**What you have to do**. Going through the data below, find how many lines include the word "boreId", and reply with that number alone.

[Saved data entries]
----
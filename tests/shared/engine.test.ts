/**
 * Hand-worked clearance examples. Scene (fixtures.ts): bore B-1 runs east along y = 0 from
 * x = 0 to 100 m, stations 1000–1100, casing centreline level at 90.00, casing OD 0.50
 * (radius 0.25), ground 100.00, tolerances H 0.10 / V 0.05. Rules: water/sewer/comms/electric
 * 0.60, gas 0.30. Uncertainty by quality level A 0.05, B 0.30, C 0.60, D 1.00; extrapolation
 * factor 0.1; verification distance 3.
 * Formulas: SPEC §4.5 (vertical clearance, 3-D clear distance), §4.8 (requirement, margin,
 * allowance), §4.9 (status), §4.10 (window).
 */
import { describe, it, expect } from 'vitest';
import { computeClearances, type BoreReport, type LineClearance } from '../../shared/geometry';
import { bore, hole, line, scene } from './fixtures';

function only(report: ReturnType<typeof computeClearances>): BoreReport {
  expect(report.bores).toHaveLength(1);
  return report.bores[0]!;
}
function lineOf(b: BoreReport, id: number): LineClearance {
  const l = b.lines.find((c) => c.lineId === id);
  expect(l, `line ${id} reported`).toBeDefined();
  return l!;
}

describe('crossings', () => {
  it('when a water line crosses square above the bore with a hole at the crossing then clear', () => {
    // Line 1 runs north along x = 40; crossing at (40, 0) → station 1000 + 40 = 1040, angle 90°, skew 0°.
    // Hole at the crossing: top = ground − depth = 100 − 8 = 92.00; OD 0.30 → bottom 91.70,
    // centre 91.85 > 90 → above. Vertical clearance = 91.70 − (90 + 0.25) = 1.45.
    // Required (water rule) 0.60 → margin 0.85. Allowance = 0.05 (V tol) + 0.30 (QL B) = 0.35.
    // Margin ≥ allowance and the hole is 0 from the crossing (≤ 3) → clear.
    // 3-D: both level and square, centrelines 91.85 − 90 = 1.85 apart → 1.85 − 0.25 − 0.15 = 1.45.
    const b = only(computeClearances(scene([bore()], [line(1, [[40, -50], [40, 50]])], [hole(1, 40, 0)])));
    const l = lineOf(b, 1);
    const p = l.points[0]!;
    expect(l.relation).toBe('crossing');
    expect(p.station).toBeCloseTo(1040, 9);
    expect(p.crossingAngle).toBeCloseTo(90, 9);
    expect(p.skew).toBeCloseTo(0, 9);
    expect(p.position).toBe('above');
    expect(p.lineTop).toBeCloseTo(92, 9);
    expect(p.lineBottom).toBeCloseTo(91.7, 9);
    expect(p.boreCentreline).toBeCloseTo(90, 9);
    expect(p.verticalClearance).toBeCloseTo(1.45, 9);
    expect(p.clearDistance3d).toBeCloseTo(1.45, 9);
    expect(p.cover).toBeCloseTo(9.75, 9);
    expect(l.required).toBe(0.6);
    expect(l.requiredSource).toBe('rule');
    expect(l.margin).toBeCloseTo(0.85, 9);
    expect(l.allowance).toBeCloseTo(0.35, 9);
    expect(l.status).toBe('clear');
    expect(p.elevation).toMatchObject({ source: 'holes', mode: 'at_hole', extrapolationDistance: 0 });
    expect(l.suggestedHoles).toEqual([]);
  });

  it('when a gas line crosses at 45° below the bore between two holes then interpolated and unverified', () => {
    // Line 2 from (0, −30) to (60, 30): direction (1, 1), 45° to the bore; crosses y = 0 at (30, 0),
    // station 1030, crossing angle 45°, skew 45°.
    // Holes on the line: H1 (20, −10), chainage 20√2 = 28.284, top 100 − 15 = 85.00;
    // H2 (40, 10), chainage 40√2 = 56.569, surveyed top 86.00 (wins over 100 − 10 = 90).
    // Crossing chainage 30√2 = 42.426, halfway → top 85.50 (interpolated); OD 0.40 → centre 85.30 < 90 → below.
    // Vertical clearance = (90 − 0.25) − 85.50 = 4.25. Gas rule 0.30 → margin 3.95.
    // Allowance = 0.05 + 0.30 (QL B) = 0.35; both holes are 14.1 from the crossing (> 3) → unverified.
    // 3-D: bore axis along (1,0,0) at z = 90; line centreline direction (1, 1, 1/20) per unit of x
    // (rises 1.0 over 20 of easting), passing (30, 0, 85.30). Distance between the two lines =
    // |(0,0,−4.7)·(d1×d2)| / |d1×d2| with d1×d2 = (0, −1/20, 1): 4.7 / √(1 + 1/400) = 94/√401 = 4.69415;
    // clear distance = 4.69415 − 0.25 − 0.20 = 4.24415 (the closest points lie between the holes).
    const l2 = line(2, [[0, -30], [60, 30]], { kind: 'gas', diameter: 0.4 });
    const holes = [
      hole(2, 20, -10, { groundElevation: 100, depthToTop: 15 }),
      hole(2, 40, 10, { groundElevation: 100, depthToTop: 10, surveyedTopElevation: 86, status: 'surveyed' }),
    ];
    const b = only(computeClearances(scene([bore()], [l2], holes)));
    const l = lineOf(b, 2);
    const p = l.points[0]!;
    expect(p.station).toBeCloseTo(1030, 9);
    expect(p.crossingAngle).toBeCloseTo(45, 9);
    expect(p.skew).toBeCloseTo(45, 9);
    expect(p.lineTop).toBeCloseTo(85.5, 9);
    expect(p.position).toBe('below');
    expect(p.verticalClearance).toBeCloseTo(4.25, 9);
    expect(l.margin).toBeCloseTo(3.95, 9);
    expect(p.clearDistance3d).toBeCloseTo(94 / Math.sqrt(401) - 0.45, 9);
    expect(p.elevation).toMatchObject({ source: 'holes', mode: 'interpolated' });
    if (p.elevation?.source === 'holes') {
      expect(p.elevation.holes.map((h) => h.source)).toEqual(['ground_minus_depth', 'surveyed_top']);
    }
    expect(l.status).toBe('unverified');
    expect(l.suggestedHoles).toEqual([{ boreId: 1, lineId: 2, reason: 'crossing', easting: 30, northing: 0, station: 1030, offset: 0, side: 'R' }]);
  });

  it('when a box duct bank crosses just above the bore then conflict, using half its height for 3-D', () => {
    // Line 3: communications box 0.90 wide × 0.60 high along x = 50, hole at the crossing with
    // depth 9.60 measured to the BOTTOM: top = 100 − 9.60 + 0.60 = 91.00, bottom 90.40,
    // centre 90.70 > 90 → above. Vertical clearance = 90.40 − 90.25 = 0.15; rule 0.60 → margin −0.45 → conflict.
    // 3-D: 0.70 between centrelines − 0.25 − 0.30 (half the box height) = 0.15.
    const l3 = line(3, [[50, -20], [50, 20]], { kind: 'communications', shape: 'box', diameter: null, width: 0.9, height: 0.6 });
    const b = only(computeClearances(scene([bore()], [l3], [hole(3, 50, 0, { depthToTop: 9.6, depthReference: 'bottom' })])));
    const l = lineOf(b, 3);
    expect(l.points[0]!.lineTop).toBeCloseTo(91, 9);
    expect(l.clearance).toBeCloseTo(0.15, 9);
    expect(l.points[0]!.clearDistance3d).toBeCloseTo(0.15, 9);
    expect(l.margin).toBeCloseTo(-0.45, 9);
    expect(l.status).toBe('conflict');
  });

  it('when a line crosses through the casing then overlap', () => {
    // Line 4 along x = 60, hole at the crossing: depth to CENTRE 9.95 with OD 0.30:
    // top = 100 − 9.95 + 0.15 = 90.20; centre 90.05 > 90 → above; clearance = 89.90 − 90.25 = −0.35 < 0 → overlap.
    const l4 = line(4, [[60, -20], [60, 20]]);
    const b = only(computeClearances(scene([bore()], [l4], [hole(4, 60, 0, { depthToTop: 9.95, depthReference: 'centre' })])));
    expect(lineOf(b, 4).clearance).toBeCloseTo(-0.35, 9);
    expect(lineOf(b, 4).status).toBe('overlap');
  });

  it('when a line has one hole away from the crossing then its top is held flat and marked extrapolated', () => {
    // Line 5 along x = 70 from (70, −50); QL C; owner's vertical requirement 0.50 (wins over the rule 0.60).
    // One hole at (70, 12): chainage 62, top 100 − 7.5 = 92.50. Crossing chainage 50 → held flat at
    // 92.50, extrapolated by 12. OD 0.20 → bottom 92.30; clearance = 92.30 − 90.25 = 2.05; margin 1.55.
    // Allowance = 0.05 + 0.60 (QL C) + 0.1 × 12 = 1.85 > 1.55 → marginal.
    const l5 = line(5, [[70, -50], [70, 50]], { qualityLevel: 'C', diameter: 0.2, requiredVertical: 0.5 });
    const b = only(computeClearances(scene([bore()], [l5], [hole(5, 70, 12, { depthToTop: 7.5 })])));
    const l = lineOf(b, 5);
    expect(l.points[0]!.elevation).toMatchObject({ source: 'holes', mode: 'extrapolated' });
    if (l.points[0]!.elevation?.source === 'holes') expect(l.points[0]!.elevation.extrapolationDistance).toBeCloseTo(12, 9);
    expect(l.required).toBe(0.5);
    expect(l.requiredSource).toBe('owner');
    expect(l.clearance).toBeCloseTo(2.05, 9);
    expect(l.allowance).toBeCloseTo(1.85, 9);
    expect(l.status).toBe('marginal');
  });

  it('when a line has no hole then its record depth below the bore ground profile, unverified, with a hole suggested', () => {
    // Ground slopes 100.00 at 1000 to 95.00 at 1100 → 99.00 at 1020. Line 6 (sewer) along x = 20,
    // record depth 8.00 → top 91.00; OD 0.30 → bottom 90.70; above: 90.70 − 90.25 = 0.45;
    // sewer rule 0.60 → margin −0.15 → conflict (worse than unverified), and a hole is suggested.
    const b0 = bore({ groundProfile: [{ station: 1000, elevation: 100 }, { station: 1100, elevation: 95 }] });
    const l6 = line(6, [[20, -30], [20, 30]], { kind: 'sewer', recordDepth: 8 });
    const b = only(computeClearances(scene([b0], [l6], [])));
    const l = lineOf(b, 6);
    expect(l.points[0]!.elevation).toEqual({ source: 'record', recordDepth: 8, groundElevation: 99, groundStation: 1020 });
    expect(l.clearance).toBeCloseTo(0.45, 9);
    expect(l.status).toBe('conflict');
    expect(l.verified).toBe(false);
    expect(b.suggestedHoles).toEqual([{ boreId: 1, lineId: 6, reason: 'crossing', easting: 20, northing: 0, station: 1020, offset: 0, side: 'R' }]);
  });

  it('when the alignment bends then the crossing station runs along both legs', () => {
    // Alignment east 100 then north 100 (stations 0–200). Line 7 along y = 60 crosses the second
    // leg at (100, 60): station 100 + 60 = 160, square. The profile falls from 90 at 0 to 80 at 200:
    // centreline at 160 = 90 − 10 × 160/200 = 82.00. Hole at the crossing, top 92.00 (depth 8) →
    // above: 91.70 − 82.25 = 9.45.
    const b0 = bore({
      alignment: [[0, 0], [100, 0], [100, 100]], beginStation: 0,
      profile: [{ station: 0, elevation: 90 }, { station: 200, elevation: 80 }],
      groundProfile: [{ station: 0, elevation: 100 }, { station: 200, elevation: 100 }],
    });
    const b = only(computeClearances(scene([b0], [line(7, [[50, 60], [150, 60]])], [hole(7, 100, 60)])));
    const p = lineOf(b, 7).points[0]!;
    expect(p.station).toBeCloseTo(160, 9);
    expect(p.crossingAngle).toBeCloseTo(90, 9);
    expect(p.boreCentreline).toBeCloseTo(82, 9);
    expect(p.verticalClearance).toBeCloseTo(9.45, 9);
    expect(b.length).toBe(200);
  });
});

describe('lines that do not cross', () => {
  it('when a line passes beyond the end of the bore then the closest point is flagged past the end', () => {
    // Line 8 along x = 103 from (103, −20) to (103, 20): the bore ends at (100, 0). Least plan
    // distance = 3 (end to (103, 0)). Horizontal clearance = 3 − 0.25 − 0.15 = 2.60; water rule
    // 0.60 → margin 2.00; allowance = 0.10 (H tol) + 0.30 (QL B) = 0.40. No hole → unverified.
    // Station of (103, 0) on the extended last segment: 1103, 3 beyond the end, offset 0.
    const b = only(computeClearances(scene([bore()], [line(8, [[103, -20], [103, 20]])], [])));
    const l = lineOf(b, 8);
    const p = l.points[0]!;
    expect(l.relation).toBe('near');
    expect(p.kind).toBe('closest');
    expect(p.planDistance).toBeCloseTo(3, 9);
    expect(p.horizontalClearance).toBeCloseTo(2.6, 9);
    expect(p.governing).toBe('horizontal');
    expect(l.margin).toBeCloseTo(2, 9);
    expect(l.allowance).toBeCloseTo(0.4, 9);
    expect(p.station).toBeCloseTo(1103, 9);
    expect(p.beyond).toBe('end');
    expect(l.status).toBe('unverified');
    expect(l.suggestedHoles[0]).toMatchObject({ reason: 'closest_point', easting: 103, northing: 0 });
  });

  it('when a parallel line runs close beside the bore then its horizontal clearance governs', () => {
    // Line 9 parallel at y = −0.90 from x = 10 to 90 (right of the bore), OD 0.30, with a hole at (50, −0.9):
    // plan distance 0.90; horizontal clearance = 0.90 − 0.25 − 0.15 = 0.50 < 0.60 required → conflict (margin −0.10).
    const b = only(computeClearances(scene([bore()], [line(9, [[10, -0.9], [90, -0.9]])], [hole(9, 50, -0.9)])));
    const l = lineOf(b, 9);
    expect(l.clearance).toBeCloseTo(0.5, 9);
    expect(l.margin).toBeCloseTo(-0.1, 9);
    expect(l.points[0]!.side).toBe('R');
    expect(l.status).toBe('conflict');
  });

  it('when a parallel line lies right above the casing in plan then its 3-D gap against the vertical requirement governs', () => {
    // Line 10 parallel at y = 0.10 from x = 10 to 90 (plan footprints overlap: 0.10 < 0.25 + 0.15), hole top 92.00:
    // centrelines parallel, 0.10 apart in plan and 91.85 − 90 = 1.85 in height →
    // gap = √(0.10² + 1.85²) − 0.25 − 0.15 = 1.852701 − 0.40 = 1.452701 (vertical at the closest point: 1.45).
    // Required vertical 0.60, allowance 0.35 → clear. Closest point: the lowest-station end of the
    // equally close stretch, (10, 0.10), station 1010, where the hole is.
    const b = only(computeClearances(scene([bore()], [line(10, [[10, 0.1], [90, 0.1]])], [hole(10, 10, 0.1)])));
    const l = lineOf(b, 10);
    const p = l.points[0]!;
    expect(p.governing).toBe('vertical');
    expect(p.verticalClearance).toBeCloseTo(1.45, 9);
    expect(l.clearance).toBeCloseTo(Math.sqrt(0.01 + 1.85 * 1.85) - 0.4, 9);
    expect(p.station).toBeCloseTo(1010, 9);
    expect(l.status).toBe('clear');
  });

  it('when a line is far away then it is not reported', () => {
    // Line 11 at x = 150: 50 past the end; reporting limit = 0.60 + 0.10 + 0.30 + 3 = 4.00 of horizontal clearance.
    const b = only(computeClearances(scene([bore()], [line(11, [[150, -20], [150, 20]])], [])));
    expect(b.lines).toEqual([]);
  });
});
----
**Exercise solution**. 2